Exercise prompt -> Show the lines of the material that contain the word "restraint".

Given information ->
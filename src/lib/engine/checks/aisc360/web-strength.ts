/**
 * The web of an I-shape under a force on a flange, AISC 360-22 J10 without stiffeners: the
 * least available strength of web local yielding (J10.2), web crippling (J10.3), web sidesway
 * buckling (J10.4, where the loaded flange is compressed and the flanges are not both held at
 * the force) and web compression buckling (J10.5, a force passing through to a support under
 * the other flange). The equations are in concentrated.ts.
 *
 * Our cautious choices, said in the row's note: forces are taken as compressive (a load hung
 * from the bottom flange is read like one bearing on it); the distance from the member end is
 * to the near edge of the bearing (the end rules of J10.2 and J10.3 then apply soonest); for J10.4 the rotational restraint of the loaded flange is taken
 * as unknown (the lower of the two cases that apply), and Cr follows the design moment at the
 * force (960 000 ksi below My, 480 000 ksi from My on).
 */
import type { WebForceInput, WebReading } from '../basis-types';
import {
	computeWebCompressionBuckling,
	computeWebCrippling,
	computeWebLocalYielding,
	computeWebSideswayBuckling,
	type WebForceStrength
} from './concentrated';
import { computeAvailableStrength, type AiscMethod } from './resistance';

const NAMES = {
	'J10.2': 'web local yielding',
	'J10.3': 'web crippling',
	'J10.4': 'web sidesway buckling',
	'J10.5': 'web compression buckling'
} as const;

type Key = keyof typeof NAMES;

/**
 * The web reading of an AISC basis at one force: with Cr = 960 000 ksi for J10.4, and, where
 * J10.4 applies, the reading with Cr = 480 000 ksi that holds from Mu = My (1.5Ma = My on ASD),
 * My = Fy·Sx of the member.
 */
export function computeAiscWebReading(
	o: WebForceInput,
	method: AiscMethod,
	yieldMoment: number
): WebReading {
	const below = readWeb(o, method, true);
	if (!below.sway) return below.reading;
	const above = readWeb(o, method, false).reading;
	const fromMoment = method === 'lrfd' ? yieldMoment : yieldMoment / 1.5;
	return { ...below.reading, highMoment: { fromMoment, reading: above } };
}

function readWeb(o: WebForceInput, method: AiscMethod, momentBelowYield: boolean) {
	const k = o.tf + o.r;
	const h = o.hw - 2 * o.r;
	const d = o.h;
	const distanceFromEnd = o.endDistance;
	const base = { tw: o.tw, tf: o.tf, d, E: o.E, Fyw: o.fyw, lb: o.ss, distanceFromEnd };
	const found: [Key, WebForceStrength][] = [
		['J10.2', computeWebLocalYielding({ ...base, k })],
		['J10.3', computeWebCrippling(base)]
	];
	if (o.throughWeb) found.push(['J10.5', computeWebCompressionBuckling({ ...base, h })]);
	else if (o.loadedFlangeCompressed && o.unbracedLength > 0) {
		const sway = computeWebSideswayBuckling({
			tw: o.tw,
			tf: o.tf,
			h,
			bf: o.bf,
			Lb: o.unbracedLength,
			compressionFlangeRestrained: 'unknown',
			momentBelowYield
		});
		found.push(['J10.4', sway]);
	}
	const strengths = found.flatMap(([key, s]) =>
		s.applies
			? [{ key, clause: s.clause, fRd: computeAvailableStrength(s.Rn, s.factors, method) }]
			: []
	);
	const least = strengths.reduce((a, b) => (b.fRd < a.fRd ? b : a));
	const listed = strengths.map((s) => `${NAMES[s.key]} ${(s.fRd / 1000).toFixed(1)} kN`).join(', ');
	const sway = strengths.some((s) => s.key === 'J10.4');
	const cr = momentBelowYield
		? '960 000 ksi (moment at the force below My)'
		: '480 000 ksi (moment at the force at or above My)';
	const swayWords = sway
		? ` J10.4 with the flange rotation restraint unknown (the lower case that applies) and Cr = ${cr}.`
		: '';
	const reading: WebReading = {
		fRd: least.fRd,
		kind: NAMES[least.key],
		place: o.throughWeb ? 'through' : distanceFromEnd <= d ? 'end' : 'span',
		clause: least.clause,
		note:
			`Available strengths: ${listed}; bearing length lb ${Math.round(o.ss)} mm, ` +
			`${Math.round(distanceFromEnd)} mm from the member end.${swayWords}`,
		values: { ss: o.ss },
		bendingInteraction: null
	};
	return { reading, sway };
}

==

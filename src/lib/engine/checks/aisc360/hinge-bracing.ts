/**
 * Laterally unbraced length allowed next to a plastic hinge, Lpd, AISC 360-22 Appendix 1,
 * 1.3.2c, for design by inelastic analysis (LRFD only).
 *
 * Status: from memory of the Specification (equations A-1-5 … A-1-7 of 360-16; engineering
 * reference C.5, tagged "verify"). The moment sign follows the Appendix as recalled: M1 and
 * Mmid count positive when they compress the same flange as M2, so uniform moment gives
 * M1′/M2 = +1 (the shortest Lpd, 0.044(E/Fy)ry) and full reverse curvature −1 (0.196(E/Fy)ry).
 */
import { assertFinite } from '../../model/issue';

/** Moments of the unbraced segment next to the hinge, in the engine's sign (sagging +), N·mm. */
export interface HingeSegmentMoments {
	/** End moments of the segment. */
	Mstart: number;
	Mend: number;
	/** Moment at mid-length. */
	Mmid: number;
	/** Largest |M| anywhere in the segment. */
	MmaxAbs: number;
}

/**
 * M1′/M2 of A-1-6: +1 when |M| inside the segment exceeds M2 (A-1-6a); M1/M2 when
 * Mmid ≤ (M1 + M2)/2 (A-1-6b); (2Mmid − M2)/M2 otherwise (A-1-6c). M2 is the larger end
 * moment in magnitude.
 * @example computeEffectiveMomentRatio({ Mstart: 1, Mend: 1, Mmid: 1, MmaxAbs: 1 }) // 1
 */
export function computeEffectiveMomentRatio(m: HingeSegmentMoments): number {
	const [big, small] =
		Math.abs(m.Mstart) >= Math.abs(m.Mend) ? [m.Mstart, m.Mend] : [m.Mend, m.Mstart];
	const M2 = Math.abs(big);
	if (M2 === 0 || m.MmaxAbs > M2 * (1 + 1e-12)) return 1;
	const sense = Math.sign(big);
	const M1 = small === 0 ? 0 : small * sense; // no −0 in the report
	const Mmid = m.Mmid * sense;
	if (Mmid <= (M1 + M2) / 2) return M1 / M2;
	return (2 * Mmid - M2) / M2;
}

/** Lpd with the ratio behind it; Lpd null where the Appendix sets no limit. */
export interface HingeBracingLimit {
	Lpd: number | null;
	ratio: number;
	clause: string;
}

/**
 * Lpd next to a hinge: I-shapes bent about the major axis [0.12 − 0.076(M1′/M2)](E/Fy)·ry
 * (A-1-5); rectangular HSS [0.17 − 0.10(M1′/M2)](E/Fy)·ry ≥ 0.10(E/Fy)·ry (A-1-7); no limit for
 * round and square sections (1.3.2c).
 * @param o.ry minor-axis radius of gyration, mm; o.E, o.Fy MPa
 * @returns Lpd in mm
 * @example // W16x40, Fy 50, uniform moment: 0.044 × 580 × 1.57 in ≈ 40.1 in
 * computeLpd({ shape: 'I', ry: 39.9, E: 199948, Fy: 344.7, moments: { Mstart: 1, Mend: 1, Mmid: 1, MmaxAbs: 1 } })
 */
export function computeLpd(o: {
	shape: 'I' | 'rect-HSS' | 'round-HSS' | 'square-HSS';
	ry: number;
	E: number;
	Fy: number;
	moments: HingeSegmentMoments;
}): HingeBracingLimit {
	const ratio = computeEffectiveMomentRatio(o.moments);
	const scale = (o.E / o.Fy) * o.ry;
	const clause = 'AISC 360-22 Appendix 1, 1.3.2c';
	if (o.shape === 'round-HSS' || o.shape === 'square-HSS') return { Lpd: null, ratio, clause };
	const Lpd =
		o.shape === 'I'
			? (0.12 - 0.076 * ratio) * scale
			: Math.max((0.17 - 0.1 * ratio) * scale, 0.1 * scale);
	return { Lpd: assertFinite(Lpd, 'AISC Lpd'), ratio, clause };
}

Task output ->
 * to the near edge of the bearing (the end rules of J10.2 and J10.3 then apply soonest); for J10.4 the rotational restraint of the loaded flange is taken
		? ` J10.4 with the flange rotation restraint unknown (the lower case that applies) and Cr = ${cr}.`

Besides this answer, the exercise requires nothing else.